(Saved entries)
------------------------

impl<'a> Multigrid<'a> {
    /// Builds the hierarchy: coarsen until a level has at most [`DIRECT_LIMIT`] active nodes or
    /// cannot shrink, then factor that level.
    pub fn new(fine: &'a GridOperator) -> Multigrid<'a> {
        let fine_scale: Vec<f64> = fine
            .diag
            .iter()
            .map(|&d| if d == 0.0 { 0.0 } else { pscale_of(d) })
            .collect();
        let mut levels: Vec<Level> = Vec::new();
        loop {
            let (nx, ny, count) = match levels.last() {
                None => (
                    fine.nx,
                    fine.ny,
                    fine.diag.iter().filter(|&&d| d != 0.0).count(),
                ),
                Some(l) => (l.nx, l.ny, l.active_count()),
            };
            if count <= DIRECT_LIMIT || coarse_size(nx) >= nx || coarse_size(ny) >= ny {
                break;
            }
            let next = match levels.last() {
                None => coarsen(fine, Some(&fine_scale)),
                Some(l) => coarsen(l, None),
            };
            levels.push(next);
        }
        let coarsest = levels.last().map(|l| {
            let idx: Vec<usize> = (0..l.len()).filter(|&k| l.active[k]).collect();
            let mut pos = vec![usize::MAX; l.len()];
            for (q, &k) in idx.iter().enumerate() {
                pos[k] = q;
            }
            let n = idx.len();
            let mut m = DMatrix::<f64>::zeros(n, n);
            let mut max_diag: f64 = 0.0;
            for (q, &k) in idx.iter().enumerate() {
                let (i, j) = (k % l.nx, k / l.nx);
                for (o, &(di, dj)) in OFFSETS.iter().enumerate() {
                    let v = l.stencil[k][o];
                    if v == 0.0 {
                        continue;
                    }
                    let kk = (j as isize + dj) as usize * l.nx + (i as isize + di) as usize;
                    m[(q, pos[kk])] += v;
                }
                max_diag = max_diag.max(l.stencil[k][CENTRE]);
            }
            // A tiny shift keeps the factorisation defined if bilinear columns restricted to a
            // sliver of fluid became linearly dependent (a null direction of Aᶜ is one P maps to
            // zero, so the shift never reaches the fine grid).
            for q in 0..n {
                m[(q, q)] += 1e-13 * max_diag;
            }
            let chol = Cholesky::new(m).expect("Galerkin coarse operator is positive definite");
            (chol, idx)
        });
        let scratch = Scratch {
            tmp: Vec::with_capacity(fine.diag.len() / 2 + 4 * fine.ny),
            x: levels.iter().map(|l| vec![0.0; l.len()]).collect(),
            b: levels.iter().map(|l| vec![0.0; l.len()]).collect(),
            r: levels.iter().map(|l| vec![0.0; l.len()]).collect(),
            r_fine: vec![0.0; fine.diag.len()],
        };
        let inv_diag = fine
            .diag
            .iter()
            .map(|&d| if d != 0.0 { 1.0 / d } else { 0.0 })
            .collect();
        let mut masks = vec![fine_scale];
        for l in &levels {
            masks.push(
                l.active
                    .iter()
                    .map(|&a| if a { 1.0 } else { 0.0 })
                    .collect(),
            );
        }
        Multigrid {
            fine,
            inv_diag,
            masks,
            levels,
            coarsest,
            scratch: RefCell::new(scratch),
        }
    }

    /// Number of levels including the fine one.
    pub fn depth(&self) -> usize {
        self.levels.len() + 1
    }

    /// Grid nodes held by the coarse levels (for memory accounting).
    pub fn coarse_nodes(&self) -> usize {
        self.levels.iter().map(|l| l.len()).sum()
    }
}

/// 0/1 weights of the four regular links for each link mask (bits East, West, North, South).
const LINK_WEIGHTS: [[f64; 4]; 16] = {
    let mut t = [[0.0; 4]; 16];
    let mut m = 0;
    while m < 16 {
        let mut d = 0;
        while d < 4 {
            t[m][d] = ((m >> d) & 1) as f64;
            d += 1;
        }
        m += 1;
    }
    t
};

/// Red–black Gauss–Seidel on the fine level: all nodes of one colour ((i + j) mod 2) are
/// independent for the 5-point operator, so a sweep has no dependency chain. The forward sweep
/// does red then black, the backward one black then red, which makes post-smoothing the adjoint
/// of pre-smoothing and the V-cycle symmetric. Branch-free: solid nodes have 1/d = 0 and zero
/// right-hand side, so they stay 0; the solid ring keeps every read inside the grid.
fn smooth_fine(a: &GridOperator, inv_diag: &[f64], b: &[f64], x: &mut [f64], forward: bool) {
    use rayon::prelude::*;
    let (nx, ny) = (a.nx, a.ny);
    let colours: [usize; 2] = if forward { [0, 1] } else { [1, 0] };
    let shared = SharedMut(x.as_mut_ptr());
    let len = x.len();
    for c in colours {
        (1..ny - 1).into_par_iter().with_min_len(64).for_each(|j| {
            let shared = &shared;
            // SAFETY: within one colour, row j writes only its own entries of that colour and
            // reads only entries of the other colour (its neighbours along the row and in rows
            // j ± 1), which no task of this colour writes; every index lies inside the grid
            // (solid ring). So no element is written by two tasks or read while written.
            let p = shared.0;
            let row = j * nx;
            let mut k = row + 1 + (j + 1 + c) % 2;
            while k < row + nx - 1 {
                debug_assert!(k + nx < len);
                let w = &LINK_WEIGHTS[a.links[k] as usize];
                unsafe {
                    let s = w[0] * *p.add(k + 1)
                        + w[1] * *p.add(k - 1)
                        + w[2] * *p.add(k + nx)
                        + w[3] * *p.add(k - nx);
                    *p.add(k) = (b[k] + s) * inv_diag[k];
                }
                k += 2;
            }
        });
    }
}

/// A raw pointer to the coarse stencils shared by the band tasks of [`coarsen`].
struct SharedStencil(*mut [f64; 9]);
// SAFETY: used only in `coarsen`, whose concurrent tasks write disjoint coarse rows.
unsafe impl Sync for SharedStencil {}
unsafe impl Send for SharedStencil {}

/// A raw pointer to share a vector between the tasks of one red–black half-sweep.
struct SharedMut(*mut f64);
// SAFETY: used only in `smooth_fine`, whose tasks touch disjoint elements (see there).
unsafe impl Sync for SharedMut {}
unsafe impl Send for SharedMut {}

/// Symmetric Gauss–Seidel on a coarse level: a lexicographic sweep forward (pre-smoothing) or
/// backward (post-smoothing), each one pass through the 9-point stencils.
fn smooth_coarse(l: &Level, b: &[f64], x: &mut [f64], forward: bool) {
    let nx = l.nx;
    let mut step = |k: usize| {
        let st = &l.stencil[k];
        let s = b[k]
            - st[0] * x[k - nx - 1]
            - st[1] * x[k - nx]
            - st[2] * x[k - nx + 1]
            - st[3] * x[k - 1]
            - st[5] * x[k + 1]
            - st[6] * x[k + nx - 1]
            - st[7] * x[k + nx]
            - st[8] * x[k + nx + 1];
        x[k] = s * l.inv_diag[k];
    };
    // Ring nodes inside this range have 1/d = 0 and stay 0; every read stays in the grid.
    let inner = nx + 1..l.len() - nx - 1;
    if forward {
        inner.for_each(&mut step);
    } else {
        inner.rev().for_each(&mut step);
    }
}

------------------------

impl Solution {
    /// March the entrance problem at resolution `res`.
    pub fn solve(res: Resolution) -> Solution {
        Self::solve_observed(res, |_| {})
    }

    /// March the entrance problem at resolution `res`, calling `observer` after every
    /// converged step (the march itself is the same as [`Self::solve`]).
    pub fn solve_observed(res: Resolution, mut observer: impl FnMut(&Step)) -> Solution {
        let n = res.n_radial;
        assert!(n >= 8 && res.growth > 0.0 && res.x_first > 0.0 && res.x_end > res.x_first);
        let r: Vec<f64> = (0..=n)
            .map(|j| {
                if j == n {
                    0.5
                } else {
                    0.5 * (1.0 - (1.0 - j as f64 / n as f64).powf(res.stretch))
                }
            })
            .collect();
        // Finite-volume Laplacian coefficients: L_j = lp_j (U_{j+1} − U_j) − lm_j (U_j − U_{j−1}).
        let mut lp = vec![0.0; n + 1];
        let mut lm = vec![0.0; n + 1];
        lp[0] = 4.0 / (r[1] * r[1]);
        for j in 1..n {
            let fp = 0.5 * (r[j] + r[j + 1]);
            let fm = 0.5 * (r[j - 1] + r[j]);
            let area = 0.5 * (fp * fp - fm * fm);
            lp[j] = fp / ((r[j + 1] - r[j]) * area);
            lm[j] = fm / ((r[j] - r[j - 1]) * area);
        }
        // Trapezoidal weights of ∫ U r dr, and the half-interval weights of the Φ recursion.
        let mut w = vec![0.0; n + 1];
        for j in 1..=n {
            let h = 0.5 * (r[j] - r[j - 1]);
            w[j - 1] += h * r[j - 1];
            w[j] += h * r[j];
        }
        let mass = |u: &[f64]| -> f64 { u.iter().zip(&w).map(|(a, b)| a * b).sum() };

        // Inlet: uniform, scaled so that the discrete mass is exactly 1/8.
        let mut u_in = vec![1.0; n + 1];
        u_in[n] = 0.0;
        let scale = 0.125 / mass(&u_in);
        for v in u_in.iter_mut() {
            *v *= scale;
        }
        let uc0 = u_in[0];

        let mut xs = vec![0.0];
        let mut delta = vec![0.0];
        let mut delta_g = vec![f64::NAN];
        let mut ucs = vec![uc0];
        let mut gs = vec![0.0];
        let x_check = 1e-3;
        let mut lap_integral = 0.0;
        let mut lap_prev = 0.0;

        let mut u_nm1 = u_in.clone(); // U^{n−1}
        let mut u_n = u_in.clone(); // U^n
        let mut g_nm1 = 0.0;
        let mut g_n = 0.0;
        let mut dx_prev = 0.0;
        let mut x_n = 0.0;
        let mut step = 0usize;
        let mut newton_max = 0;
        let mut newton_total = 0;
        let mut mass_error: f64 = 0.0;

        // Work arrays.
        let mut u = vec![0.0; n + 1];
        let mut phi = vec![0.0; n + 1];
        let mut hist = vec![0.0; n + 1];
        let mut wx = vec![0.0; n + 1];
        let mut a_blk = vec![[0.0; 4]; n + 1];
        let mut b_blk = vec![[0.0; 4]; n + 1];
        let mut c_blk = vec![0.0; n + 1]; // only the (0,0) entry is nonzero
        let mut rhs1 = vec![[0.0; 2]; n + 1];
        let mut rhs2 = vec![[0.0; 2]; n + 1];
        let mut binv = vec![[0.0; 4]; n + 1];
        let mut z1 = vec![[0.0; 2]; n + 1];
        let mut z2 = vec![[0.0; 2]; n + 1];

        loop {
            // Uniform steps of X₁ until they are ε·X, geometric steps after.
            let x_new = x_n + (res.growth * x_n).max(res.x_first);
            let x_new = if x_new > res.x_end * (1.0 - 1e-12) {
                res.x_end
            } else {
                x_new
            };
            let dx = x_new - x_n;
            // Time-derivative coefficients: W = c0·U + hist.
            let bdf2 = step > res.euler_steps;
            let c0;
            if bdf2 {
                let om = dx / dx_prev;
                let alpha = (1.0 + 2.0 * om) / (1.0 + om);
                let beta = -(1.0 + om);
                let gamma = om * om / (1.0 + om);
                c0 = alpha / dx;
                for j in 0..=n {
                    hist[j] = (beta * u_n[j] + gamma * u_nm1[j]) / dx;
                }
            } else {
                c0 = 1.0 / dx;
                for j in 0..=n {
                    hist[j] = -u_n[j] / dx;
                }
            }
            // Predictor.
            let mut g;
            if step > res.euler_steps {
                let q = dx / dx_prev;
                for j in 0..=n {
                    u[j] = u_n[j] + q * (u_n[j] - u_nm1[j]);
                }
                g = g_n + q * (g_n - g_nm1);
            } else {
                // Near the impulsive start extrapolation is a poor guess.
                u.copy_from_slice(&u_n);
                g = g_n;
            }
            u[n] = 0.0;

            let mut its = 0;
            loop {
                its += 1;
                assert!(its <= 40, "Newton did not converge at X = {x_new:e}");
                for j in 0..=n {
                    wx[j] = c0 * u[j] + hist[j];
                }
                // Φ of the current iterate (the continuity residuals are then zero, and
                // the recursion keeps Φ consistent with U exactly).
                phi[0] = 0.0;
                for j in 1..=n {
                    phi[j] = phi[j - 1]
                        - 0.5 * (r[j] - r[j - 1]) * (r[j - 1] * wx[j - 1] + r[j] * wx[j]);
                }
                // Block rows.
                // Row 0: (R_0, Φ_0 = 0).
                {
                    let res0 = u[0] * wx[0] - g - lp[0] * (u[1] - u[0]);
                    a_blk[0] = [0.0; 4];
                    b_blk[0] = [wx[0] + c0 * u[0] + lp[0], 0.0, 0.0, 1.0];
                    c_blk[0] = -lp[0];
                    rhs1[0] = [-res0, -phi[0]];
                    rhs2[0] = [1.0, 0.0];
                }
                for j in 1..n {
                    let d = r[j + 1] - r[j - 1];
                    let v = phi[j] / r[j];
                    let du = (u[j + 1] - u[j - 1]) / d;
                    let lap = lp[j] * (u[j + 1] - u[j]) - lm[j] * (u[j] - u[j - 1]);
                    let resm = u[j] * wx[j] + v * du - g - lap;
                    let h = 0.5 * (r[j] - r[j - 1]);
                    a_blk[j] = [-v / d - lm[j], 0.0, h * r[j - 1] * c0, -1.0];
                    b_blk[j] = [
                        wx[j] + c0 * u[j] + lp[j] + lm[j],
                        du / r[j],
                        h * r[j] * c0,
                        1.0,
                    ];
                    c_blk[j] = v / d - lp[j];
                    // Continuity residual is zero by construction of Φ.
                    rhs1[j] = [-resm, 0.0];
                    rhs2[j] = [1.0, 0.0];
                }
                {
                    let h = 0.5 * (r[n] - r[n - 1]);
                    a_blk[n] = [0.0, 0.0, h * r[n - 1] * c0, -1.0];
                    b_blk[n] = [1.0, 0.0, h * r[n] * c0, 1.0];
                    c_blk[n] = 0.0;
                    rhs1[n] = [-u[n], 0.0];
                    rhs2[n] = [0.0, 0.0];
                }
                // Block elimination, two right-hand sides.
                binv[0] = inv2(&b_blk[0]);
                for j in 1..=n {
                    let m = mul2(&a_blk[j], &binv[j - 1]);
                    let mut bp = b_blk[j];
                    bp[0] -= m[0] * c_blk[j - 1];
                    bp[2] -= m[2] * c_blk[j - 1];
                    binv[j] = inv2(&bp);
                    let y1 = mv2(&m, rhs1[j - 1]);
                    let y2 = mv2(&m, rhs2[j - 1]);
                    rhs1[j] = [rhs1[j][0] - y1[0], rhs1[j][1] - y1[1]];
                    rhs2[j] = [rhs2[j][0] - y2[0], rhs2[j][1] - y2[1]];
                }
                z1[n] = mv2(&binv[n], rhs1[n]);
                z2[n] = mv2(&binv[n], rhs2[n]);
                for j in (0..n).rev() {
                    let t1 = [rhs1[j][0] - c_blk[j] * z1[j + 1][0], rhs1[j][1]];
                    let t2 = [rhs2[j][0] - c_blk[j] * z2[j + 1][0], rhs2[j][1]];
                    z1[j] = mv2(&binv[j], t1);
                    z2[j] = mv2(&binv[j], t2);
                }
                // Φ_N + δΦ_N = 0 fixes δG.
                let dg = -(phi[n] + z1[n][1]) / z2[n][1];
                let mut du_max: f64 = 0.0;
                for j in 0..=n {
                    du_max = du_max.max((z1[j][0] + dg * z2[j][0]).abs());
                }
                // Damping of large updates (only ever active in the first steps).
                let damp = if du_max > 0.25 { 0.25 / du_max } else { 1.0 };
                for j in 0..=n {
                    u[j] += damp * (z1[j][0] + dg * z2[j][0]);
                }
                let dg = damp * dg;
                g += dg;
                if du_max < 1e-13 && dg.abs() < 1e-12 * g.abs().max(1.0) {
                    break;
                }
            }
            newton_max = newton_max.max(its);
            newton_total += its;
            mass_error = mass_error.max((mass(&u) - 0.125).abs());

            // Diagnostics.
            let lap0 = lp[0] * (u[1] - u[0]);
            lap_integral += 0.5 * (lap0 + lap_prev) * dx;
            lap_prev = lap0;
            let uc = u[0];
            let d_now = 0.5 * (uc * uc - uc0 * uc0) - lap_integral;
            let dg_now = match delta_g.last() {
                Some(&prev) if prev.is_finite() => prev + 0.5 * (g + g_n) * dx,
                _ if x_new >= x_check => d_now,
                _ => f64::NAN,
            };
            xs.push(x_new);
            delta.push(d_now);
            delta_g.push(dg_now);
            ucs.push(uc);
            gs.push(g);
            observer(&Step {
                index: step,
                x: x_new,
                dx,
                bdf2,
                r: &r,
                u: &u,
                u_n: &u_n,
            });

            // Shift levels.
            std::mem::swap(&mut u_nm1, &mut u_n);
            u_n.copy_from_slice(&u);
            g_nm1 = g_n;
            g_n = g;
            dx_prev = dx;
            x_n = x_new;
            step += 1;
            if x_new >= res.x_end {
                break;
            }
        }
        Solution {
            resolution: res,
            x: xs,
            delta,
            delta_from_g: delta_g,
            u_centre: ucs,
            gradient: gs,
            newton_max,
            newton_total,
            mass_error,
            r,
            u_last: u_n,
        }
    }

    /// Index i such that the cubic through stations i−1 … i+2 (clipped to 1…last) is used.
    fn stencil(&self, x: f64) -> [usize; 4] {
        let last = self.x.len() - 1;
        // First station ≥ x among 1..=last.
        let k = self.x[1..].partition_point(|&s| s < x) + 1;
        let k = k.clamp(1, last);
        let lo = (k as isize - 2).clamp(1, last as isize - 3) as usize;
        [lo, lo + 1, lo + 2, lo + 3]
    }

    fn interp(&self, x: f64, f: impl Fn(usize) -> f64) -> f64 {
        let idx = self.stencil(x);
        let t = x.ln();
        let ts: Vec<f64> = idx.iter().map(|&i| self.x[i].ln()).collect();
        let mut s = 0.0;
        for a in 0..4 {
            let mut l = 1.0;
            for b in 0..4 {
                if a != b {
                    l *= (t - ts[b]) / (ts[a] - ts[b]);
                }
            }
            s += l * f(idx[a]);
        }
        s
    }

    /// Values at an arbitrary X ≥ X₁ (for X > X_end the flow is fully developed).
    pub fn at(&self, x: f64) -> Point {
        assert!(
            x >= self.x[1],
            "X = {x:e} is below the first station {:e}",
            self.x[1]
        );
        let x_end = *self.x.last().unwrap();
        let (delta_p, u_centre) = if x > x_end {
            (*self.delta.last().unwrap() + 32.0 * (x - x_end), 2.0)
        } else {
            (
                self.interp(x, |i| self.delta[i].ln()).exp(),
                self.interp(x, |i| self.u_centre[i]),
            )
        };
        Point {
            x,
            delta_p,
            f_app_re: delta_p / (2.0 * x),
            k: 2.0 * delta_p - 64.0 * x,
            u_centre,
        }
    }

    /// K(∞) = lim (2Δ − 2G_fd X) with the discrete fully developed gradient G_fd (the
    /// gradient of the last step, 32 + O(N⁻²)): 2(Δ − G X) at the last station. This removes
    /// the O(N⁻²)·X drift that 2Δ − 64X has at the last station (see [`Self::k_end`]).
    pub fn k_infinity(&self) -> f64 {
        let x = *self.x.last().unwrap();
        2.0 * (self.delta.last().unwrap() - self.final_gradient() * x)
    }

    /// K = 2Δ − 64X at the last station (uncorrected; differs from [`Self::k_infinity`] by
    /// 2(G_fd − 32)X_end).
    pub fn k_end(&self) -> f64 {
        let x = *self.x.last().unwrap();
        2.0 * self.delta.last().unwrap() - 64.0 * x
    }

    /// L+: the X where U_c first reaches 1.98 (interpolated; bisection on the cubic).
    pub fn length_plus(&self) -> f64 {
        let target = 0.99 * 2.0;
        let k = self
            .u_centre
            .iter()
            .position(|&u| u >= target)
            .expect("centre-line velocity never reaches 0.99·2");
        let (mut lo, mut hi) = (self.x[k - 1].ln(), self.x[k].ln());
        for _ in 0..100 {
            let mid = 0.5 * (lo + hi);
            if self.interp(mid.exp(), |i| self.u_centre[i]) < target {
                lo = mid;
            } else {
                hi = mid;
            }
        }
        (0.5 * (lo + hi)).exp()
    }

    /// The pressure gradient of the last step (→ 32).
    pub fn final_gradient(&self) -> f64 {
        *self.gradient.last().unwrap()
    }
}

------------------------

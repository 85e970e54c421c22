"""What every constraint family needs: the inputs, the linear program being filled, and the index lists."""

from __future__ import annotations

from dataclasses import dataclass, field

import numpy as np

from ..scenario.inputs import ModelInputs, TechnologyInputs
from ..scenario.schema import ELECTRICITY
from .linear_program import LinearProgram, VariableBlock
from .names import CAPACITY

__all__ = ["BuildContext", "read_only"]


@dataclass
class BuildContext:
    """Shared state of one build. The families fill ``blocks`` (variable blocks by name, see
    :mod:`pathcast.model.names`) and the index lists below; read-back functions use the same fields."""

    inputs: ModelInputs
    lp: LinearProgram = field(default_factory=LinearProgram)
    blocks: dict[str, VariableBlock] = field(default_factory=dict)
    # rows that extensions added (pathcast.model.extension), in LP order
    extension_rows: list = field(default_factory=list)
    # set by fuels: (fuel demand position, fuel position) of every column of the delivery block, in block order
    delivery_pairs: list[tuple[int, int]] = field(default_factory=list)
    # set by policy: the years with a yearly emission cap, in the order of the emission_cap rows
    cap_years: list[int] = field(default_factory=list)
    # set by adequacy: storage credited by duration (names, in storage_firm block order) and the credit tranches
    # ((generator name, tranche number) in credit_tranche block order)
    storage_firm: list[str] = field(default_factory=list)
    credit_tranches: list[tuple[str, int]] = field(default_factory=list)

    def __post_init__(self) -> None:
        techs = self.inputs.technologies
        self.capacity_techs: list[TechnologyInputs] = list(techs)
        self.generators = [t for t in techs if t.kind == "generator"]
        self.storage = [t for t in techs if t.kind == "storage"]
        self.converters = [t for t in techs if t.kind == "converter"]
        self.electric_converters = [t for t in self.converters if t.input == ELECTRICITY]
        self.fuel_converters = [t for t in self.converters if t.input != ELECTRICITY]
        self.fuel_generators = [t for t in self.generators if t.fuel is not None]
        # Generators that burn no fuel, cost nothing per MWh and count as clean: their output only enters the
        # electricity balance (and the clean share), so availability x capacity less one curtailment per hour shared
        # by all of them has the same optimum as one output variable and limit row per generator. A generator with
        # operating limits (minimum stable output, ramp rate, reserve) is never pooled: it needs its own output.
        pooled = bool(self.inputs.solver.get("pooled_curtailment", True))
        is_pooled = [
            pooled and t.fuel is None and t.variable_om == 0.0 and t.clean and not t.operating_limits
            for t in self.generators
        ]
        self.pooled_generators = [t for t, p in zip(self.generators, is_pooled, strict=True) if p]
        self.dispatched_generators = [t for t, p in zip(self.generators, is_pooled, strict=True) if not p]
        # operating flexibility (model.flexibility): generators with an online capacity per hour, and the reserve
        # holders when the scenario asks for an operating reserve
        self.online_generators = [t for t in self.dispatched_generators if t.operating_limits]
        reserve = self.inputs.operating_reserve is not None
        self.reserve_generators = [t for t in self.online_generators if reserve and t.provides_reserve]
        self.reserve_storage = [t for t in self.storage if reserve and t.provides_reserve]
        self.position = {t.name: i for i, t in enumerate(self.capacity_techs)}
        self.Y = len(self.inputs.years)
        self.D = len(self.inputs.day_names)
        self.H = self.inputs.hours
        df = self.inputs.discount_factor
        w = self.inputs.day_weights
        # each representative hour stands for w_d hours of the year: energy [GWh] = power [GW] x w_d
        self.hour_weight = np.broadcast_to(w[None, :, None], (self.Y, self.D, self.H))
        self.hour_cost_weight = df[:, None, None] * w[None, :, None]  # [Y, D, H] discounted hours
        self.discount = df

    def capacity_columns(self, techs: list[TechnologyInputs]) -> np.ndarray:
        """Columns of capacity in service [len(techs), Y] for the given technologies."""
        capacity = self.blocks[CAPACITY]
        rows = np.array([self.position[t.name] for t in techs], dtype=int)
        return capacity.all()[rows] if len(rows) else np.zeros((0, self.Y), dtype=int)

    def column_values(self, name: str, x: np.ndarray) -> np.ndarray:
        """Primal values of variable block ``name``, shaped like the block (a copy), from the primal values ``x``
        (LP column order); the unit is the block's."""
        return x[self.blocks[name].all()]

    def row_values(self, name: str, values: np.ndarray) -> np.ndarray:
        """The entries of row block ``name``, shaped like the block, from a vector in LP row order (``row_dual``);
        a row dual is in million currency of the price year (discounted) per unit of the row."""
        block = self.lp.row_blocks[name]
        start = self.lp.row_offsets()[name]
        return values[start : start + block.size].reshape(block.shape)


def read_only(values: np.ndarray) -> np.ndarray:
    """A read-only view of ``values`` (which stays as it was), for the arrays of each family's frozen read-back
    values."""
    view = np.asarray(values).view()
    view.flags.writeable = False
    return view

------------------------

# [Description of the task]
From the records above, print exactly the lines that run from the line with "let m = mul2(&a_blk[j], &binv[j" to the line with "let t1 = [rhs1[j][0]", inclusive.

# [Response for this exercise]
                    let m = mul2(&a_blk[j], &binv[j - 1]);
                    let mut bp = b_blk[j];
                    bp[0] -= m[0] * c_blk[j - 1];
                    bp[2] -= m[2] * c_blk[j - 1];
                    binv[j] = inv2(&bp);
                    let y1 = mv2(&m, rhs1[j - 1]);
                    let y2 = mv2(&m, rhs2[j - 1]);
                    rhs1[j] = [rhs1[j][0] - y1[0], rhs1[j][1] - y1[1]];
                    rhs2[j] = [rhs2[j][0] - y2[0], rhs2[j][1] - y2[1]];
                }
                z1[n] = mv2(&binv[n], rhs1[n]);
                z2[n] = mv2(&binv[n], rhs2[n]);
                for j in (0..n).rev() {
                    let t1 = [rhs1[j][0] - c_blk[j] * z1[j + 1][0], rhs1[j][1]];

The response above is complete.